Nasib Petugas MBG: Jam Kerja Semrawut, Kontrak Tak Jelas, Gaji Sering Molor

Nasib Petugas MBG: Jam Kerja Semrawut, Kontrak Tak Jelas, Gaji Sering Molor

Setelah itu, seluruh distribusi makanan harus ia kawal. Pengawasan ompreng yang kembali pun masih menjadi tanggung jawabnya. Hari kerjanya biasanya baru berakhir sekitar pukul 22.00 WIB.

“Sekarang bayangkan kami kerja enggak bisa napas, enggak bisa bergerak ke mana-mana,” ucapnya.

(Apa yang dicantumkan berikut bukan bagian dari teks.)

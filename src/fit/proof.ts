/** The whole error of a polynomial as a machine evaluates it: against the function (certified supremum) and by rounding, in the measure of the fit. */
import { boundDifference, type DifferenceBound, polynomialOf } from '../bound/index.ts';
import { type Expression, Q, type Rational } from '../expression/index.ts';
import { type Budget, Declined } from '../outcome.ts';
import type { PolynomialTerm } from '../write/index.ts';
import { interval } from '../rigorous/index.ts';
import { absoluteError, type BinadeRun, binadeRuns, errorPieces, relativeError } from './evaluationBound.ts';
import { ERROR_BITS } from './evaluationError.ts';
import { powerOfTwo, smallestNormal, unitRoundoff } from './format.ts';
import type { Arithmetic, Program } from './program.ts';

export type FitMeasure = 'absolute' | 'relative' | 'ulp';

/** What is approximated, where and in which measure. */
export interface ProofProblem {
  readonly function: Expression;
  readonly variable: string;
  readonly low: Rational;
  readonly high: Rational;
  readonly measure: FitMeasure;
  readonly arithmetic: Arithmetic;
  /** The zero that function and polynomial share, or the centre of the polynomial. */
  readonly centre: Rational;
  /** The function has its zero (or a removable singularity) at the centre: bounds start there. */
  readonly through: boolean;
  /** Function and polynomial are both even or both odd on a symmetric interval: one half says all. */
  readonly symmetric: boolean;
  /** What an error of the argument, made before this polynomial is evaluated, has changed the function by already. */
  readonly inherited?: InheritedError;
}

/** |f(computed argument) - f(argument)| at most `absolute`, and at most `relative` |f(argument)|; only the one that the measure needs is looked at. */
export interface InheritedError {
  readonly absolute: Rational;
  readonly relative: Rational;
}

/** Errors in the measure, as rationals that bound from above. */
export interface ProvedError {
  /** Of the polynomial before its coefficients were rounded. */
  readonly approximation: Rational;
  /** What rounding the coefficients added to it (never negative). */
  readonly rounding: Rational;
  readonly evaluation: Rational;
  readonly total: Rational;
  /** A proven lower bound of the error of the rounded polynomial, evaluated exactly. */
  readonly lower: Rational;
  /** Absolute error where |f| is below the smallest normal number; null where it never is. */
  readonly subnormal: Rational | null;
}

const greater = (a: Rational, b: Rational): Rational => (Q.compare(a, b) >= 0 ? a : b);
const nonNegative = (q: Rational): Rational => greater(q, Q.ZERO);
/** Doubles that are bounds, rounded up already. */
const fromBound = (x: number): Rational => Q.fromDouble(x);

/** sup |f - p| or |f - p|/|f|, as the measure needs it: ulp bounds start from the relative one. */
export function certify(approximation: Expression, problem: ProofProblem, budget: Budget, settled = 1.001, part?: { readonly low: Rational; readonly high: Rational }): DifferenceBound {
  const { low, high } = part ?? { low: problem.symmetric ? Q.ZERO : problem.low, high: problem.high };
  const inside = Q.compare(low, problem.centre) <= 0 && Q.compare(problem.centre, high) <= 0;
  const result = boundDifference({
    function: problem.function,
    approximation,
    variable: problem.variable,
    low,
    high,
    measure: part || problem.measure === 'absolute' ? 'absolute' : 'relative',
    ...(problem.through && inside ? { through: problem.centre } : {}),
    settled,
    ...nearestArgument([low, high], problem.arithmetic),
    budget,
  });
  if (!result.ok) throw new Declined(result.error.code, result.error.message);
  return result.value;
}

/** Floats are multiples of the smallest subnormal number; where both ends are, no other float is nearer to them than that. */
function nearestArgument(ends: readonly Rational[], { operations }: Arithmetic): { readonly nearest?: number } {
  const exponent = operations.emin - operations.precision + 1;
  return ends.every((q) => Q.multiply(q, powerOfTwo(-exponent)).den === 1n) ? { nearest: exponent } : {};
}

/** What is known of a polynomial in one measure, whatever program evaluates it. */
export interface CertifiedPolynomial {
  /** A polynomial, or a quotient of two, in the variable. */
  readonly approximation: Expression;
  readonly whole: DifferenceBound;
  /** Certified absolute suprema on parts, by their ends. */
  readonly parts: Map<string, Rational>;
}

export const certified = (approximation: Expression, problem: ProofProblem, budget: Budget): CertifiedPolynomial => ({ approximation, whole: certify(approximation, problem, budget), parts: new Map() });
export const certifiedTerms = (terms: readonly PolynomialTerm[], problem: ProofProblem, budget: Budget): CertifiedPolynomial => certified(polynomialOf(terms, problem.variable, problem.centre), problem, budget);

/** A change of the coefficients that moves a certified bound by less than this part of it needs no certificate of its own. */
const NEGLIGIBLE = powerOfTwo(-16);

/**
 * The same for a polynomial close to one that is certified: sup |p - q| by the sizes of the coefficients' changes where that is negligible, else a certificate of its own.
 * Only the absolute measure has such a shortcut: relative to f the change can be large beside a zero.
 */
export function certifiedBeside(terms: readonly PolynomialTerm[], neighbour: { readonly terms: readonly PolynomialTerm[]; readonly polynomial: CertifiedPolynomial }, problem: ProofProblem, budget: Budget): CertifiedPolynomial {
  const { whole } = neighbour.polynomial;
  const moved = problem.measure === 'absolute' ? largestChange(terms, neighbour.terms, problem) : null;
  if (!moved || Q.compare(moved, Q.multiply(whole.upper, NEGLIGIBLE)) > 0) return certifiedTerms(terms, problem, budget);
  const shifted = { ...whole, upper: Q.add(whole.upper, moved), lower: nonNegative(Q.subtract(whole.lower, moved)) };
  return { approximation: polynomialOf(terms, problem.variable, problem.centre), whole: shifted, parts: new Map() };
}

/** sup |p - q| on the interval, at most. */
function largestChange(p: readonly PolynomialTerm[], q: readonly PolynomialTerm[], { low, high, centre }: ProofProblem): Rational {
  const reach = greater(Q.absolute(Q.subtract(low, centre)), Q.absolute(Q.subtract(high, centre)));
  const changes = new Map<number, Rational>();
  for (const { power, value } of p) changes.set(power, Q.add(changes.get(power) ?? Q.ZERO, value));
  for (const { power, value } of q) changes.set(power, Q.subtract(changes.get(power) ?? Q.ZERO, value));
  return [...changes].reduce((sum, [power, change]) => Q.add(sum, Q.multiply(Q.absolute(change), Q.power(reach, power))), Q.ZERO);
}

/** The certified bound of |f - p| with the inherited error: r |f(y)| + |f(y) - f(x)| <= (r + e + r e) |f(x)|. */
function withInherited(upper: Rational, { measure, inherited }: ProofProblem): Rational {
  if (!inherited) return upper;
  if (measure === 'absolute') return Q.add(upper, inherited.absolute);
  return Q.add(upper, Q.multiply(inherited.relative, Q.add(Q.ONE, upper)));
}

/** Certified parts of an interval that one bound in ulp may rest on. */
const MOST_PARTS = 12;

/** Below this part of the largest value the relative bound serves: next to a shared zero it is as good. */
const SMALL = 2 ** -12;

/** sup over the runs of (|p - f| + spent error) / ulp: the worst run is certified by itself until the worst one is certified. */
function inUlp(polynomial: CertifiedPolynomial, runs: readonly BinadeRun[], problem: ProofProblem, withEvaluation: boolean, budget: Budget): Rational {
  // |p - f| <= r |f| and |f| <= |p| / (1 - r).
  const r = withEvaluation ? withInherited(polynomial.whole.upper, problem) : polynomial.whole.upper;
  const coarse = upward(Q.divide(r, Q.subtract(Q.ONE, r)));
  const inherited = withEvaluation && problem.inherited ? Q.divide(problem.inherited.relative, Q.subtract(Q.ONE, r)) : Q.ZERO;
  const largest = runs.reduce((most, run) => Math.max(most, run.size), 0);
  // Thousands of runs: their totals are doubles rounded up.
  const entries = runs.map((run) => {
    const spent = withEvaluation ? scaledUp(run.error, -run.exponent - ERROR_BITS) : 0;
    return { run, spent, total: interval.up(interval.up(coarse * scaledUp(run.size, -run.exponent)) + spent), done: run.size < largest * SMALL };
  });
  for (let parts = 0; parts < MOST_PARTS; parts += 1) {
    const worst = entries.reduce<(typeof entries)[number] | null>((a, b) => (a && a.total >= b.total ? a : b), null);
    if (!worst || worst.done) return fromBound(worst?.total ?? 0);
    const [low, high] = [Q.fromDouble(worst.run.low), Q.fromDouble(worst.run.high)];
    const key = `${worst.run.low}:${worst.run.high}`;
    const known = polynomial.parts.get(key) ?? certify(polynomial.approximation, problem, budget, 1.01, { low: greater(low, problem.low), high: Q.compare(high, problem.high) > 0 ? problem.high : high }).upper;
    polynomial.parts.set(key, known);
    worst.total = interval.up(upward(Q.multiply(Q.add(known, Q.multiply(inherited, fromBound(worst.run.size))), powerOfTwo(-worst.run.exponent))) + worst.spent);
    worst.done = true;
  }
  return fromBound(entries.reduce((most, e) => Math.max(most, e.total), 0));
}

const upward = (q: Rational): number => interval.fromRational(q).hi;

/** x 2^k, rounded up where it is not exact; in two steps where 2^k alone has no double. */
function scaledUp(x: number, k: number): number {
  const half = Math.trunc(k / 2);
  const value = x * 2 ** half * 2 ** (k - half);
  return value === 0 || value < 2 ** -1000 ? (x === 0 ? 0 : interval.up(value)) : value;
}

export interface EvaluationProof {
  readonly total: Rational;
  readonly evaluation: Rational;
  readonly subnormal: Rational | null;
  readonly runs: readonly BinadeRun[];
}

/** The total error of one program that evaluates the polynomial. Throws Declined where it can overflow or where no relative bound is known. */
export function proveProgram(program: Program, polynomial: CertifiedPolynomial, problem: ProofProblem, budget: Budget): EvaluationProof {
  const { measure, arithmetic } = problem;
  const certainly = polynomial.whole.upper;
  const upper = withInherited(certainly, problem);
  const r = Q.toDouble(upper) * (1 + 2 ** -50);
  const sliver = measure === 'ulp' ? Math.min(2 * r + 2 ** -60, 2 ** -13) : 0;
  const pieces = errorPieces(program, problem.variable, arithmetic, { low: problem.symmetric ? Q.ZERO : problem.low, high: problem.high, centre: problem.centre, sliver }, budget);
  if (measure === 'absolute') {
    const spent = absoluteError(pieces);
    return { total: Q.add(upper, spent), evaluation: Q.add(spent, Q.subtract(upper, certainly)), subnormal: null, runs: [] };
  }
  if (!(r < 1)) throw new Declined('bad-request', 'The relative error of this polynomial reaches one; ask for a higher degree or the absolute measure.');
  const { relative, subnormal } = relativeError(pieces, r, arithmetic);
  if (measure === 'ulp') {
    const runs = binadeRuns(pieces, r, arithmetic);
    if (!runs.every((run) => run.error < Infinity)) throw new Declined('undecided', 'The rounding error could not be bounded on this interval; take a smaller one.');
    const total = inUlp(polynomial, runs, problem, true, budget);
    return { total, evaluation: nonNegative(Q.subtract(total, inUlp(polynomial, runs, problem, false, budget))), subnormal: below(subnormal, upper, problem), runs };
  }
  if (!Number.isFinite(relative)) throw new Declined('undecided', 'The rounding error relative to the function could not be bounded; ask for the absolute measure.');
  // |computed - f| <= |p - f| + e |p| <= (r + e (1 + r)) |f|.
  const spent = Q.multiply(fromBound(relative), Q.add(Q.ONE, upper));
  return { total: Q.add(upper, spent), evaluation: Q.add(spent, Q.subtract(upper, certainly)), subnormal: below(subnormal, upper, problem), runs: [] };
}

const below = (evaluation: Rational | null, r: Rational, { arithmetic }: ProofProblem): Rational | null =>
  evaluation === null ? null : Q.add(evaluation, Q.multiply(r, smallestNormal(arithmetic.result)));

/** Splits a total into what the best polynomial owes, what rounding its coefficients added, and what evaluation adds. */
export function errorParts(proof: EvaluationProof, polynomial: CertifiedPolynomial, ideal: CertifiedPolynomial, problem: ProofProblem, budget: Budget): ProvedError {
  const shared = { evaluation: proof.evaluation, total: proof.total, subnormal: proof.subnormal };
  if (problem.measure !== 'ulp') {
    const rounding = nonNegative(Q.subtract(polynomial.whole.upper, ideal.whole.upper));
    return { ...shared, approximation: ideal.whole.upper, rounding, lower: polynomial.whole.lower };
  }
  const approximation = inUlp(ideal, proof.runs, problem, false, budget);
  const actual = inUlp(polynomial, proof.runs, problem, false, budget);
  // One ulp is at most 2 u |f| for normal numbers.
  const lower = Q.divide(polynomial.whole.lower, Q.multiply(unitRoundoff(problem.arithmetic.result), Q.rational(2)));
  return { ...shared, approximation, rounding: nonNegative(Q.subtract(actual, approximation)), lower };
}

Dari total jam kerja itu, Dani hanya bisa mencuri waktu tidur beberapa menit untuk istirahat.

Dikatakan Dani, hingga bulan ketiga bekerja, gaji belum juga diterima. Sementara kebutuhan hidupnya terus berjalan.

“Intinya kami sudah mendedikasikan hidup kami untuk MBG, tapi masak gaji kami ditunda-tunda,” ujarnya.

“Walaupun saya merasa kerja ini sebenarnya enggak manusiawi loh… tapi bagaimana lagi, saya sudah mengabdikan diri untuk negara,” tambahnya.

Kisah yang hampir sama juga dialami Risky, pekerja SPPI Batch 3 di Aceh. Ia belum menerima gaji yang seharusnya dibayarkan awal November.

“Sedangkan kami sudah melaksanakan kewajiban di dapur,” keluhnya.

Blak-blakan, Risky mendapat Surat Pemberitahuan Kontrak (SPK), tetapi nasib soal upah tetap sama, tidak jelas kapan cair. Untuk bertahan hidup, ia harus berutang ke orang tua dan teman.

“Ya, pada intinya keselnya kayak kami nih… sudah menunaikan kewajiban, sudah mematuhi aturan. Tapi kenapa ketika ingin mengambil hak, tidak ada kejelasan,” tuturnya.

Pakar hukum perburuhan UGM, Nabiyla Risfa Izzati, menilai masalah ini menunjukkan ketidaksiapan program MBG, terutama dari sisi ketenagakerjaan.

Menurutnya, tanpa kontrak, kondisi pekerja bisa dikategorikan seperti pekerja informal yang mudah dieksploitasi.